Further individual evidence

  1. was merged with the 1st Battalion under Dobberkau on September 11, 1942; Working group Das Kleeblatt: The 71st Infantry Division 1939–1945: Combat and experience reports from the battles of the "Lucky Division". 1st edition, Verlag Dörfler, Eggolsheim 2006 p. 231.
  2. a b c d amalgamation of Btl. I and II.
  3. " And farther south, the main forces of 71st Division's 194th Regiment, with the bulk of the division's 211th Regiment on its right, engaged in a swirling and confused street-to-street and building-to-building fight with the battalions of 13th Guards Rifle Division's 34th and 42nd Regiments in a 3.5-kilometer-wide swath of rubbled buildings and bomb-pocked streets extending from the Dolgii Ravine southward past Railroad Station No. 1 to the Tsaritza River. The heaviest fighting occurred in the vicinity of 9th January Square, where 194th Regiment's lead battalions dueled furiously with 2nd Battalion, 34th Guards Regiment, and 2nd Battalion, 42nd Guards Regiment, for possession of the hulks of buildings flanking the square, and near railroad station , where 1st Battalion, 42nd Guards Regiment, clung resolutely to the station and adjacent ruined buildings aroung Kommunisticheskaia street
  4. William Craig: The Battle of Stalingrad . Heyne, Munich 1991, p. 104.
  5. Loess Gorge.
  6. Red Square?
  7. The 94th Infantry Division fought here and not the 71st ID.
  8. ^ On January 26, 1943 Paulus moved with the staff of the 6th Army into the Uniwermag department store, where Colonel Roske commanded the 194 Grenadier Regiment. The remaining battalion commanders of the GR 194 were Major Dobberkau and Captain Hindenlang in Manfred Kehrig: Stalingrad. Analysis and documentation of a battle . In: Contributions to military and war history . Vol. 15. 3rd edition, Deutsche Verlags-Anstalt, Stuttgart 1979, ISBN 3-421-01653-4 , p. 533.
  9. ^ Manfred Kehrig: Stalingrad. Analysis and documentation of a battle . In: Contributions to military and war history . Vol. 15. 3rd edition, Deutsche Verlags-Anstalt, Stuttgart 1979, ISBN 3-421-01653-4 , p. 534.
  10. ^ Manfred Kehrig: Stalingrad. Analysis and documentation of a battle . In: Contributions to military and war history . Vol. 15. 3rd edition, Deutsche Verlags-Anstalt, Stuttgart 1979, ISBN 3-421-01653-4 , pp. 535f., 542-544.
  11. ^ Andreas Hilger: Soviet Justice and War Crimes. Documents on the convictions of German prisoners of war, 1941–1949 in: Vierteljahrshefte für Zeitgeschichte 3/2006 p. 461–516 ( PDF )

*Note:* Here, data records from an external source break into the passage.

// Indexes read here are in range by construction, so `!` marks them (no run-time cost).
/**
 * What a toggle costs on screen, not only in the solver: the sheet is placed once (as the app does
 * for an imported netlist), then each toggle re-solves and rebuilds the overlay's paint (the level of
 * every wire segment, every mark and device shape). React and Konva drawing come on top and are not
 * measured here.
 */
import type { InputVector } from '../src/core/model/design.ts';
import type { Netlist } from '../src/core/model/netlist.ts';
import { autoPlace } from '../src/core/sheet/autoPlace.ts';
import { sheetToNetlist } from '../src/core/sheet/toNetlist.ts';
import { overlayPaint, paintLayout } from '../src/core/view/overlayPaint.ts';
import { solvedView } from '../src/core/view/solvedView.ts';
import { prepare, timed, type CaseResult } from './measure.ts';
import { repeat } from './timing.ts';

export function measureToggleWithPaint(
  name: string,
  netlist: Netlist,
  walk: readonly InputVector[],
): CaseResult {
  const sheet = autoPlace(netlist);
  const derived = sheetToNetlist(sheet, netlist.name);
  const p = prepare(derived.netlist);
  const layout = paintLayout(sheet, derived);
  let previous = p.simulator.solveFresh(walk[0]!);
  let i = 1;
  let painted = 0;
  const sample = repeat(
    () => {
      previous = p.simulator.solveNext(walk[i++ % walk.length]!, previous);
      const view = solvedView(p.compiled, previous);
      painted += overlayPaint(layout, view.net, view.device).marks.length;
    },
    { warmup: 2 * walk.length, budgetSeconds: 0.5, maxRuns: 2000 },
  );
  if (painted === 0) throw new Error(`${name}: nothing was painted`);
  return timed(name, 'toggle', p, 1, sample);
}
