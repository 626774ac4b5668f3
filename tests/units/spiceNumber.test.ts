/**
 * SPICE numbers: scale factors T G MEG K M U N P F and MIL, letters after the factor ignored
 * (Berkeley SPICE3 user's manual, "general structure and conventions"; from memory).
 */
import fc from 'fast-check';
import { describe, expect, it } from 'vitest';
import { formatSpiceNumber, spiceValue } from '../../src/core/units/spiceNumber.ts';

describe('spiceValue', () => {
  it.each([
    ['2u', 2e-6],
    ['740.00n', 740e-9],
    ['1.12e-06', 1.12e-6],
    ['10k', 1e4],
    ['1MEG', 1e6],
    ['1m', 1e-3],
    ['3g', 3e9],
    ['1t', 1e12],
    ['5f', 5e-15],
    ['10pF', 10e-12],
    ['2.5V', 2.5],
    ['-0.4', -0.4],
    ['.5u', 0.5e-6],
  ])('%s is %d', (text, value) => {
    expect(spiceValue(text)).toBe(value);
  });

  it('reads 1 mil as 25.4 µm (one thousandth of an inch)', () => {
    expect(spiceValue('1mil', -6)).toBeCloseTo(25.4, 12);
  });

  it('converts to another unit without rounding error: 1.5u is exactly 1.5 µm', () => {
    expect(spiceValue('1.5u', -6)).toBe(1.5);
    expect(spiceValue('740.00n', -6)).toBe(0.74);
    expect(spiceValue('1.12e-06', -6)).toBe(1.12);
  });

  it('rejects what is not a number', () => {
    for (const text of ['', 'u', 'abc', '1..2', '{w}', '2*3']) expect(spiceValue(text)).toBeNull();
  });
});

describe('formatSpiceNumber', () => {
  it('uses engineering suffixes', () => {
    expect(formatSpiceNumber(40e3)).toBe('40k');
    expect(formatSpiceNumber(1e-15)).toBe('1f');
    expect(formatSpiceNumber(2.5)).toBe('2.5');
  });

  it('always reads back to exactly the same number', () => {
    const value = fc.double({ min: 1e-20, max: 1e12, noNaN: true, noDefaultInfinity: true });
    fc.assert(
      fc.property(value, fc.constantFrom(0, -6), (v, exponent) => {
        expect(spiceValue(formatSpiceNumber(v, exponent), exponent)).toBe(v);
      }),
      { numRuns: 2000 },
    );
  });
});
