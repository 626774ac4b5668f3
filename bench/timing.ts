// Indexes read here are in range by construction, so `!` marks them (no run-time cost).
/** Wall-clock helpers. Times are from process.hrtime.bigint(), in seconds as numbers. */

export function now(): bigint {
  return process.hrtime.bigint();
}

/** CPU seconds (user and system) this process has used: the steady figure on a shared machine. */
export function cpuSeconds(): number {
  const { user, system } = process.cpuUsage();
  return (user + system) / 1e6;
}

export function secondsSince(start: bigint): number {
  return Number(process.hrtime.bigint() - start) / 1e9;
}

export interface Sample {
  /** Runs of `fn` that were timed. */
  readonly runs: number;
  /** Median seconds of one run. */
  readonly median: number;
  /** Fastest run, seconds. */
  readonly best: number;
  /** Total timed seconds. */
  readonly total: number;
}

export interface RepeatOptions {
  /**
   * Untimed runs first, so the optimiser has compiled the hot paths: at least `warmup` runs (default 3)
   * and at least `warmupSeconds` (default 0.05 s); the first solves of a new circuit can be 10–100
   * times slower than the steady ones.
   */
  readonly warmup?: number;
  readonly warmupSeconds?: number;
  /** Keep running until this much time has been spent timing (default 0.5 s)… */
  readonly budgetSeconds?: number;
  /** …but at least this many runs (default 5) and at most this many (default 10,000). */
  readonly minRuns?: number;
  readonly maxRuns?: number;
}

/** Times `fn` repeatedly, each run on its own, so stray pauses (collector, other processes) stand apart. */
export function repeat(fn: () => void, options: RepeatOptions = {}): Sample {
  const { warmup = 3, warmupSeconds = 0.05, budgetSeconds = 0.5, minRuns = 5, maxRuns = 10_000 } = options;
  const warmStart = now();
  for (let i = 0; i < warmup || (secondsSince(warmStart) < warmupSeconds && i < maxRuns); i++) fn();
  const times: number[] = [];
  let total = 0;
  while (times.length < minRuns || (total < budgetSeconds && times.length < maxRuns)) {
    const start = now();
    fn();
    const t = secondsSince(start);
    times.push(t);
    total += t;
  }
  times.sort((x, y) => x - y);
  return { runs: times.length, median: times[times.length >> 1]!, best: times[0]!, total };
}
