/**
 * `node --import tsx bench/importScale.ts [--json] [--write DIR]`: CPU seconds of the netlist reader
 * on inputs that used to grow quadratically: `+` continuation lines, libraries of many cells, flat
 * netlists and hierarchical flattening to 100,000 and 1,000,000 transistors. Each case is generated
 * here, read once by `cellsFromText` (the loader the app and the command line share), and timed on
 * CPU time, which a shared machine disturbs less than wall time. Pairs of sizes give the growth
 * ratio: about 2 for twice the input when the stage is linear. `--write DIR` also saves each case's
 * file there, for a whole `railwise check` under `/usr/bin/time -v` (peak memory).
 */
import { mkdirSync, writeFileSync } from 'node:fs';
import { join } from 'node:path';
import { cellsFromText } from '../src/core/netlist-io/cellFiles.ts';

interface Case {
  readonly name: string;
  readonly size: number;
  readonly text: () => string;
}

/** One transistor line followed by `count` continuation lines of ignored parameters. */
function continuationLines(count: number): string {
  const lines = [
    '.subckt c A Y vdd gnd',
    'MP Y A vdd vdd pch W=1u L=0.25u',
    'MN Y A gnd gnd nch W=1u L=0.25u',
  ];
  for (let i = 0; i < count; i++) lines.push(`+ p${i}=1`);
  lines.push('.ends');
  return lines.join('\n');
}

/** A library of `count` inverter cells. */
function library(count: number): string {
  const lines: string[] = [];
  for (let i = 0; i < count; i++)
    lines.push(
      `.subckt inv${i} A Y vdd gnd`,
      'MP Y A vdd vdd pch W=2u L=0.25u',
      'MN Y A gnd gnd nch W=1u L=0.25u',
      '.ends',
    );
  return lines.join('\n');
}

/** A flat chain of `stages` inverters at the top level, no subcircuit: 2 transistors a stage. */
function flatChain(stages: number): string {
  const node = (i: number): string => (i === 0 ? 'A' : i === stages ? 'Y' : `n${i}`);
  const lines = ['* flat inverter chain', '.global vdd gnd'];
  for (let i = 0; i < stages; i++)
    lines.push(
      `MP${i} ${node(i + 1)} ${node(i)} vdd vdd pch W=2u L=0.25u`,
      `MN${i} ${node(i + 1)} ${node(i)} gnd gnd nch W=1u L=0.25u`,
    );
  lines.push('.end');
  return lines.join('\n');
}

/** A hierarchy of tenfold levels over an inverter pair, then `top` instances of the last level. */
function hierarchy(levels: number, top: number): string {
  const lines = [
    '.subckt h0 A Y vdd gnd',
    'MP Y A vdd vdd pch W=2u L=0.25u',
    'MN Y A gnd gnd nch W=1u L=0.25u',
    '.ends',
  ];
  for (let l = 1; l <= levels; l++) {
    lines.push(`.subckt h${l} A Y vdd gnd`);
    for (let i = 0; i < 10; i++)
      lines.push(`X${i} ${i === 0 ? 'A' : `n${i}`} ${i === 9 ? 'Y' : `n${i + 1}`} vdd gnd h${l - 1}`);
    lines.push('.ends');
  }
  lines.push('.subckt chip A Y vdd gnd');
  for (let i = 0; i < top; i++)
    lines.push(`X${i} ${i === 0 ? 'A' : `m${i}`} ${i === top - 1 ? 'Y' : `m${i + 1}`} vdd gnd h${levels}`);
  lines.push('.ends');
  return lines.join('\n');
}

const CASES: readonly Case[] = [
  { name: 'continuation lines', size: 20_000, text: () => continuationLines(20_000) },
  { name: 'continuation lines', size: 40_000, text: () => continuationLines(40_000) },
  { name: 'library cells', size: 5_000, text: () => library(5_000) },
  { name: 'library cells', size: 10_000, text: () => library(10_000) },
  { name: 'flat transistors', size: 100_000, text: () => flatChain(50_000) },
  { name: 'flat transistors', size: 1_000_000, text: () => flatChain(500_000) },
  { name: 'hierarchy transistors', size: 100_000, text: () => hierarchy(4, 5) },
  { name: 'hierarchy transistors', size: 1_000_000, text: () => hierarchy(5, 5) },
];

function cpuSeconds(since: NodeJS.CpuUsage): number {
  const used = process.cpuUsage(since);
  return (used.user + used.system) / 1e6;
}

const writeIndex = process.argv.indexOf('--write');
const writeDir = writeIndex < 0 ? undefined : process.argv[writeIndex + 1];
if (writeDir !== undefined) mkdirSync(writeDir, { recursive: true });

const results = CASES.map((c) => {
  const text = c.text();
  if (writeDir !== undefined)
    writeFileSync(join(writeDir, `${c.name.replace(/ /g, '-')}-${c.size}.sp`), text);
  const start = process.cpuUsage();
  const loaded = cellsFromText(text, `${c.name}.sp`);
  const seconds = cpuSeconds(start);
  const devices = loaded.cells.reduce((n, x) => n + ('job' in x ? x.job.netlist.devices.length : 0), 0);
  process.stderr.write(
    `import: ${c.name} ${c.size}: ${seconds.toFixed(2)} s CPU, ${loaded.cells.length} cells, ${devices} devices\n`,
  );
  return { name: c.name, size: c.size, cpuSeconds: seconds, cells: loaded.cells.length, devices };
});

const rows = results.map((r, i) => {
  const before = results[i - 1];
  const ratio =
    before !== undefined && before.name === r.name ? (r.cpuSeconds / before.cpuSeconds).toFixed(1) : '';
  return `${r.name.padEnd(22)} ${String(r.size).padStart(9)}  ${r.cpuSeconds.toFixed(2).padStart(7)} s CPU  ${ratio ? `×${ratio}` : ''}`;
});
process.stdout.write(`${rows.join('\n')}\n`);
if (process.argv.includes('--json')) process.stdout.write(`${JSON.stringify({ cases: results })}\n`);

  12. ^ Manfred Kehrig: Stalingrad. Analysis and documentation of a battle . In: Contributions to military and war history . Vol. 15. 3rd edition, Deutsche Verlags-Anstalt, Stuttgart 1979, ISBN 3-421-01653-4 , p. 19.
  13. Here it is unclear which one is meant by Below, Kehrig leads in Manfred Kehrig: Stalingrad. Analysis and documentation of a battle . In: Contributions to military and war history . Vol. 15th 3rd edition, Deutsche Verlags-Anstalt, Stuttgart 1979, ISBN 3-421-01653-4 , p. 675, Major, Lieutenant Colonel and Colonel von Below, with a Colonel von Below in command of parts in November 1942 the 24th PD such as B. the "Scheele Group" took over. Cf. Manfred Kehrig: Stalingrad. Analysis and documentation of a battle . In: Contributions to military and war history . Vol. 15. 3rd edition, Deutsche Verlags-Anstalt, Stuttgart 1979, ISBN 3-421-01653-4 , p. 136.

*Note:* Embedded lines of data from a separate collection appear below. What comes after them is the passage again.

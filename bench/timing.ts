/** Wall-clock helpers. Times are from process.hrtime.bigint(), in seconds as numbers. */

export function now(): bigint {
  return process.hrtime.bigint();
}

export function secondsSince(start: bigint): number {
  return Number(process.hrtime.bigint() - start) / 1e9;
}

export interface Sample {
  /** Runs of `fn` that were timed. */
  readonly runs: number;
  /** Median seconds of one run. */
  readonly median: number;
  /** Fastest run, seconds. */
  readonly best: number;
  /** Total timed seconds. */
  readonly total: number;
}

export interface RepeatOptions {
  /** Untimed runs first, so the optimiser has compiled the hot paths (default 3). */
  readonly warmup?: number;
  /** Keep running until this much time has been spent timing (default 0.5 s)… */
  readonly budgetSeconds?: number;
  /** …but at least this many runs (default 5) and at most this many (default 10,000). */
  readonly minRuns?: number;
  readonly maxRuns?: number;
}

/** Times `fn` repeatedly. Each run is timed on its own so the median hides a stray GC pause. */
export function repeat(fn: () => void, options: RepeatOptions = {}): Sample {
  const { warmup = 3, budgetSeconds = 0.5, minRuns = 5, maxRuns = 10_000 } = options;
  for (let i = 0; i < warmup; i++) fn();
  const times: number[] = [];
  let total = 0;
  while (times.length < minRuns || (total < budgetSeconds && times.length < maxRuns)) {
    const start = now();
    fn();
    const t = secondsSince(start);
    times.push(t);
    total += t;
  }
  times.sort((x, y) => x - y);
  return { runs: times.length, median: times[times.length >> 1], best: times[0], total };
}
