/**
 * The sweep with every input also left undriven (Z): 3^8 = 6,561 vectors of the 448-transistor
 * 8-input bank (four 4-bit adders), the whole check (`checkSweep`: solves, findings, rows) on CPU time.
 * Nearly every vector has findings here, so the row measures the engine, its outcome memo shared
 * across the sets of undriven inputs (solver/memo.ts), and the findings, not the bit-parallel path.
 */
import { checkSweep } from '../src/core/analysis/check.ts';
import { adderBank } from './generators/index.ts';
import type { CpuRow } from './sweepWords.ts';
import { prepare } from './measure.ts';
import { cpuSeconds } from './timing.ts';

export function measureUndrivenSweep(): CpuRow {
  const bank = adderBank(4, 4);
  const start = cpuSeconds();
  const { vectors } = checkSweep(bank, { undrivenInputs: true }).summary;
  const cpu = cpuSeconds() - start;
  const transistors = prepare(bank).transistors;
  return {
    name: 'check-sweep/adder-bank-8-inputs (undriven too)',
    transistors,
    vectors,
    cpuSeconds: cpu,
    nsPerTransistorVector: (cpu * 1e9) / (transistors * vectors),
  };
}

  14. ^ Manfred Kehrig: Stalingrad. Analysis and documentation of a battle . In: Contributions to military and war history . Vol. 15. 3rd edition, Deutsche Verlags-Anstalt, Stuttgart 1979, ISBN 3-421-01653-4 , p. 533.

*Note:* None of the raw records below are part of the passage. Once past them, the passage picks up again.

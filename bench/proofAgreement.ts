/**
 * How a proof's answers compare with the exhaustive sweep of the same cell: "holds" exactly when no
 * vector of the sweep violates the property, and every counterexample a vector where the sweep shows
 * the violation with the same findings. Used by the proof rows of the benchmark and by the tests.
 */
import type { CheckReport } from '../src/core/analysis/report.ts';
import { reportRows } from '../src/core/analysis/sweepColumns.ts';
import { evaluateExpression, type ExpectedValue } from '../src/core/expect/evaluate.ts';
import { expressionNames } from '../src/core/expect/names.ts';
import { parseExpectation } from '../src/core/expect/parse.ts';
import type { Netlist } from '../src/core/model/netlist.ts';
import type { PropertyResult } from '../src/core/proof/decide.ts';
import { violates } from '../src/core/proof/properties.ts';
import type { ProofReport } from '../src/core/proof/prove.ts';

export interface Agreement {
  /** Answers that contradict the sweep (should be none), described. */
  readonly wrong: string[];
  /** Properties left undecided. */
  readonly unknown: PropertyResult[];
  readonly decided: number;
}

type Vector = Readonly<Record<string, '0' | '1' | 'X' | 'Z'>>;

export function agreementOf(
  netlist: Netlist,
  expectations: Readonly<Record<string, string>> | undefined,
  proof: ProofReport,
  sweep: CheckReport,
): Agreement {
  const names = expressionNames(netlist);
  const expected = (output: string | null, vector: Vector): ExpectedValue | undefined => {
    const text = output === null ? undefined : expectations?.[output];
    return output === null || text === undefined
      ? undefined
      : evaluateExpression(parseExpectation(output, text, names), vector);
  };
  const rows = reportRows(sweep);
  const wrong: string[] = [];
  const unknown: PropertyResult[] = [];
  for (const p of proof.properties) {
    const bad = rows.flatMap((row, i) => (violates(p, row, expected(p.output, row.inputs)) ? [i] : []));
    const what = `${p.property}(${p.output ?? 'cell'})`;
    if (p.holds === null) unknown.push(p);
    else if (p.holds && bad.length > 0)
      wrong.push(`${what} said to hold, but the sweep violates it at vector ${bad[0]}`);
    else if (!p.holds) {
      const index = netlist.inputs.reduce((k, n) => k * 2 + (p.vector?.[n] ?? 0), 0);
      if (!bad.includes(index))
        wrong.push(`${what}: counterexample ${index} is no violation in the sweep (${bad.length} are)`);
      else if (JSON.stringify(p.findings) !== JSON.stringify(rows[index]?.findings))
        wrong.push(`${what}: the replay's findings differ from the sweep's at vector ${index}`);
    }
  }
  return { wrong, unknown, decided: proof.properties.length - unknown.length };
}
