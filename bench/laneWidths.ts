// Slots and operands are in range by construction, so `!` marks them (no run-time cost).
/**
 * Why the bit-parallel sweep runs its program on 64-bit words: the 16-input bank's word program
 * (built and compiled as `WordSweep.plan` does) run over all 65,536 vectors by the runner's two
 * widths, `runWords32` (`Int32Array`, 32 vectors a word) and `runWords64` (`BigUint64Array` over the
 * same buffer, 64 vectors a word), with the same operations, one word a round. Only the program is
 * timed (no plan, no inputs loaded, no levels written), on CPU time, the fastest of ten runs after
 * ten warm ones.
 */
import { wordPlan, wordPlanRefusal } from '../src/core/analysis/vectorsWordPlan.ts';
import { runWords32, runWords64 } from '../src/core/analysis/wordRun.ts';
import type { Netlist } from '../src/core/model/netlist.ts';
import { ComponentTables } from '../src/core/tables/componentTables.ts';
import { prepare } from './measure.ts';
import { cpuSeconds } from './timing.ts';

export interface LaneTimes {
  readonly vectors: number;
  readonly int32Seconds: number;
  readonly bigUint64Seconds: number;
}

export function measureLaneWidths(netlist: Netlist): LaneTimes {
  const { simulator, compiled: c } = prepare(netlist);
  const vectors = 2 ** c.netlist.inputs.length;
  const tables = new ComponentTables(c, { schedule: simulator.drivenSchedule() });
  const plan = wordPlanRefusal(c, tables, vectors) === null ? wordPlan(c, tables, c.outputNets) : null;
  if (plan === null) throw new Error(`${netlist.name}: the cell does not take the bit-parallel path`);
  const { ops, slotCount } = plan.program.compiled([...plan.high, ...plan.floating]);
  const mem32 = new Int32Array(slotCount * 128).map(() => (Math.random() * 2 ** 32) | 0);
  mem32.fill(0, 0, 128).fill(-1, 128, 256);
  const mem64 = new BigUint64Array(mem32.buffer);
  return {
    vectors,
    int32Seconds: fastest(() => {
      for (let v = 0; v < vectors; v += 4096) runWords32(ops, mem32, 128);
    }),
    bigUint64Seconds: fastest(() => {
      for (let v = 0; v < vectors; v += 4096) runWords64(ops, mem64, 64);
    }),
  };
}

function fastest(run: () => void): number {
  for (let i = 0; i < 10; i++) run();
  let best = Infinity;
  for (let i = 0; i < 10; i++) {
    const start = cpuSeconds();
    run();
    best = Math.min(best, cpuSeconds() - start);
  }
  return best;
}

  15. ^ William E. Craig: The Battle of Stalingrad. Factual report . Heyne, Munich 1991, p. 365.
  16. ^ William E. Craig: The Battle of Stalingrad. Factual report . Heyne, Munich 1991, p. 369.
  17. See Stalingrad - The attack, the cauldron, the downfall in the Internet Movie Database , accessed on June 11, 2011.
  18. Göttingen - Stalingrad - Munich, survival was not intended for us . Self-published, 2004; English-language partial publication: Wigand Wüster: To Artilleryman in Stalingrad . Leaping Horseman Books, 2007, ISBN 978-0-9751076-5-2 .
  19. VO / OKH b. AOK 6, report on a trip to Stalingrad, AH Wu. 9/25/42 in Urban Operations: An Historical Casebook.